● **WHAT IS BEING ASKED**: Could you transcribe every record below exactly as it stands?

● **INPUT MATERIAL**:
package daemon_test

import (
	"errors"
	"fmt"
	"os"

	"lariat/config"
	"lariat/daemon"
	"lariat/sink"
)

// The daemon is the sink.ThresholdSetter behind PUT
// /v1/models/{name}/threshold: it refuses unknown and non-logistic models
// (404 over HTTP) and invalid targets (400).
func ExampleDaemon_SetThresholdTarget() {
	dir, _ := os.MkdirTemp("", "lariat-example-")
	defer os.RemoveAll(dir)
	cfg := config.Default()
	cfg.DataDir = dir
	m := config.DefaultModel()
	m.Name, m.Subject, m.Loss = "flow", "plant.flow", config.LossSquared
	cfg.Models = []config.Model{m}
	d, err := daemon.New(cfg)
	if err != nil {
		fmt.Println(err)
		return
	}
	err = d.SetThresholdTarget("flow", "fpr", 0.02)
	fmt.Println(errors.Is(err, sink.ErrUnknownModel))
	err = d.SetThresholdTarget("pump", "fpr", 0.02)
	fmt.Println(errors.Is(err, sink.ErrUnknownModel))
	// Output:
	// true
	// true
}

● **ANSWER TO THIS PROBLEM**:
package daemon_test

import (
	"errors"
	"fmt"
	"os"

	"lariat/config"
	"lariat/daemon"
	"lariat/sink"
)

// The daemon is the sink.ThresholdSetter behind PUT
// /v1/models/{name}/threshold: it refuses unknown and non-logistic models
// (404 over HTTP) and invalid targets (400).
func ExampleDaemon_SetThresholdTarget() {
	dir, _ := os.MkdirTemp("", "lariat-example-")
	defer os.RemoveAll(dir)
	cfg := config.Default()
	cfg.DataDir = dir
	m := config.DefaultModel()
	m.Name, m.Subject, m.Loss = "flow", "plant.flow", config.LossSquared
	cfg.Models = []config.Model{m}
	d, err := daemon.New(cfg)
	if err != nil {
		fmt.Println(err)
		return
	}
	err = d.SetThresholdTarget("flow", "fpr", 0.02)
	fmt.Println(errors.Is(err, sink.ErrUnknownModel))
	err = d.SetThresholdTarget("pump", "fpr", 0.02)
	fmt.Println(errors.Is(err, sink.ErrUnknownModel))
	// Output:
	// true
	// true
}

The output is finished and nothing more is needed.